- Original film DVD cover
- Directed by: Radley Metzger
- Screenplay by: Brian Phelan
- Produced by: Ava Leighton
- Starring: Siegfried Rauch Christiane Krüger Ivan Desny Mark Damon Anton Diffring Elga Sorbas
- Cinematography: Hans Jura
- Edited by: Amedeo Salfa
- Music by: George Craig
- Production companies: Audubon Films Jadran Film Peter Carsten Produktion
- Distributed by: Audubon Films First Run Features Karo Video
- Release date: 1973;
- Running time: 90 minutes
- Countries: USA West Germany Yugoslavia
- Language: English

= Little Mother (1973 film) =

Little Mother (also known as Woman of the Year) is a 1973 drama, romance, cult film directed by Radley Metzger and starring Christiane Krüger, Siegfried Rauch and Ivan Desny.
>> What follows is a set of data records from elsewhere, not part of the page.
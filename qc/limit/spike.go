package limit

import (
	"math"

	"fluxwarden/rules"
)

// Spike tests that a minute does not stand alone: it misses where the value is off both its neighbours, to the same side, by
// more than mostWm2, and the partner does not follow by half as much. Before and after are the minutes beside it; the partner is what
// should follow (for global: direct on the horizontal plus diffuse), all NaN where there is none. Shortwave by day needs a
// partner: the edge of a cloud is no spike. Own choice of limits.
func Spike(before, v, after, partnerBefore, partner, partnerAfter, mostWm2 float64, needPartner bool) rules.Outcome {
	if math.IsNaN(v) {
		return rules.NoValue
	}
	if math.IsNaN(before) || math.IsNaN(after) {
		return rules.NoHistory
	}
	if a, b := v-before, v-after; !(a > mostWm2 && b > mostWm2) && !(a < -mostWm2 && b < -mostWm2) {
		return rules.Pass
	}
	up := min(v-before, v-after)
	down := min(before-v, after-v)
	off := max(up, down)
	if math.IsNaN(partner) || math.IsNaN(partnerBefore) || math.IsNaN(partnerAfter) {
		if needPartner {
			return rules.NoPartner
		}
		return rules.Miss
	}
	follows := min(partner-partnerBefore, partner-partnerAfter)
	if down > up {
		follows = min(partnerBefore-partner, partnerAfter-partner)
	}
	if follows > off/2 {
		return rules.Pass
	}
	return rules.Miss
}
The story was loosely modelled on that of Eva Peron in Argentina. It was a co-production between the United States, West Germany and Yugoslavia.

==Plot==
A woman in a South American country rises from being a struggling actress to the wife of the President, who she plans to overthrow and make herself dictator.

==Cast==

- Siegfried Rauch as Colonel Pinares
- Christiane Krüger as Marina Pinares
- Ivan Desny as Colonel Umberia
- Mark Damon as Riano
- Anton Diffring as The Cardinal
- Elga Sorbas as Annette

==Notes==
According to one film reviewer, Radley Metzger's films, including those made during the Golden Age of Porn (1969–1984), are noted for their "lavish design, witty screenplays, and a penchant for the unusual camera angle". Another reviewer noted that his films were "highly artistic — and often cerebral ... and often featured gorgeous cinematography". Film and audio works by Metzger have been added to the permanent collection of the Museum of Modern Art (MoMA) in New York City.